▶ [Requirement] Only lines that contain the word "each" are to be returned from the data below.

[Records excerpted from a collection]

===============

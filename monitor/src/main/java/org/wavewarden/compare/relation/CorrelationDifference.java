package org.wavewarden.compare.relation;

import org.wavewarden.compare.Checks;
import org.apache.commons.math3.util.FastMath;
import org.wavewarden.compare.StandardNormal;

/**
 * Whether a correlation changed between two independently sampled waves.
 *
 * <p>Test: Fisher's z, z = (atanh r2 - atanh r1) / sqrt(c / (n1 - 3) + c / (n2 - 3)) with a two-sided standard
 * normal p-value (Fisher, R. A. (1925), Statistical Methods for Research Workers, Oliver and Boyd; c = 1 for Pearson's
 * r, 1.06 for Spearman's rho after Fieller, Hartley and Pearson 1957, see {@link CorrelationMethod}). The sign follows
 * the project's convention, current (r2) minus baseline (r1); |z| and p are those of R's
 * {@code psych::r.test(n = n1, r12 = r1, r34 = r2, n2 = n2)}, which reports |z|.
 *
 * <p>Interval for r2 - r1: Zou's (2007) method of recovering variance estimates from the two single-correlation
 * Fisher-z intervals (l1, u1) and (l2, u2), with the same c:
 * L = r2 - r1 - sqrt((r2 - l2)^2 + (u1 - r1)^2), U = r2 - r1 + sqrt((u2 - r2)^2 + (r1 - l1)^2) (Zou, G. Y. (2007),
 * "Toward using confidence intervals to compare correlations", Psychological Methods 12, 399-413, equation for two
 * independent correlations). Unlike back-transforming the interval of atanh r2 - atanh r1, which is not an interval
 * for r2 - r1 at all, it respects the skewness of each r near the bounds and always lies inside [-2, 2].
 */
public final class CorrelationDifference {

    private CorrelationDifference() {
    }

    /**
     * Compares two waves' correlations of the same kind, each as {@link Correlation} computed it.
     *
     * @param baseline   the baseline wave's correlation
     * @param current    the current wave's correlation, of the same {@link CorrelationMethod}
     * @param confidence level of the interval, in (0, 1)
     */
    public static CorrelationDifferenceResult compare(CorrelationResult baseline, CorrelationResult current,
                                                      double confidence) {
        if (baseline == null || current == null) {
            throw new IllegalArgumentException((baseline == null ? "baseline" : "current") + " must not be null");
        }
        if (baseline.method() != current.method()) {
            throw new IllegalArgumentException("baseline is a " + baseline.method().label() + " but current is a "
                    + current.method().label() + "; compare correlations of one kind");
        }
        return compare(baseline.method(), baseline.estimate(), baseline.n(), current.estimate(), current.n(),
                confidence);
    }

    /**
     * @param method     the coefficient, which sets c
     * @param r1         the baseline wave's correlation, in (-1, 1)
     * @param n1         the baseline wave's number of pairs, at least 4
     * @param r2         the current wave's correlation, in (-1, 1)
     * @param n2         the current wave's number of pairs, at least 4
     * @param confidence level of the interval, in (0, 1)
     * @throws IllegalArgumentException on |r| &gt;= 1 (atanh is infinite), n &lt;= 3 (the Fisher-z variance is
     *                                  undefined) or a confidence outside (0, 1)
     */
    public static CorrelationDifferenceResult compare(CorrelationMethod method, double r1, long n1, double r2,
                                                      long n2, double confidence) {
        if (method == null) {
            throw new IllegalArgumentException("method must not be null");
        }
        checkR("r1", r1);
        checkR("r2", r2);
        checkN("n1", n1);
        checkN("n2", n2);
        Checks.confidence(confidence);
        double c = method.varianceNumerator();
        double z1 = FastMath.atanh(r1);
        double z2 = FastMath.atanh(r2);
        double v1 = c / (n1 - 3);
        double v2 = c / (n2 - 3);
        double z = (z2 - z1) / Math.sqrt(v1 + v2);
        double p = StandardNormal.twoSidedP(z);

        double q = StandardNormal.twoSidedQuantile(confidence);
        double l1 = FastMath.tanh(z1 - q * Math.sqrt(v1));
        double u1 = FastMath.tanh(z1 + q * Math.sqrt(v1));
        double l2 = FastMath.tanh(z2 - q * Math.sqrt(v2));
        double u2 = FastMath.tanh(z2 + q * Math.sqrt(v2));
        double d = r2 - r1;
        double low = d - Math.sqrt((r2 - l2) * (r2 - l2) + (u1 - r1) * (u1 - r1));
        double high = d + Math.sqrt((u2 - r2) * (u2 - r2) + (r1 - l1) * (r1 - l1));
        String name = "Fisher z (" + method.label() + "), Zou interval";
        return new CorrelationDifferenceResult(method, r1, r2, n1, n2, z, p, d, low, high, confidence, name);
    }

    private static void checkR(String name, double r) {
        if (!(r > -1 && r < 1)) {
            throw new IllegalArgumentException(name + " must lie in (-1, 1) for Fisher's z, was " + r);
        }
    }

    private static void checkN(String name, long n) {
        if (n <= 3) {
            throw new IllegalArgumentException(name + " must be at least 4 for the Fisher-z variance c / (n - 3), was "
                    + n);
        }
    }
}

===============

▶ [Result for this exercise]
 * for r2 - r1 at all, it respects the skewness of each r near the bounds and always lies inside [-2, 2].
     * Compares two waves' correlations of the same kind, each as {@link Correlation} computed it.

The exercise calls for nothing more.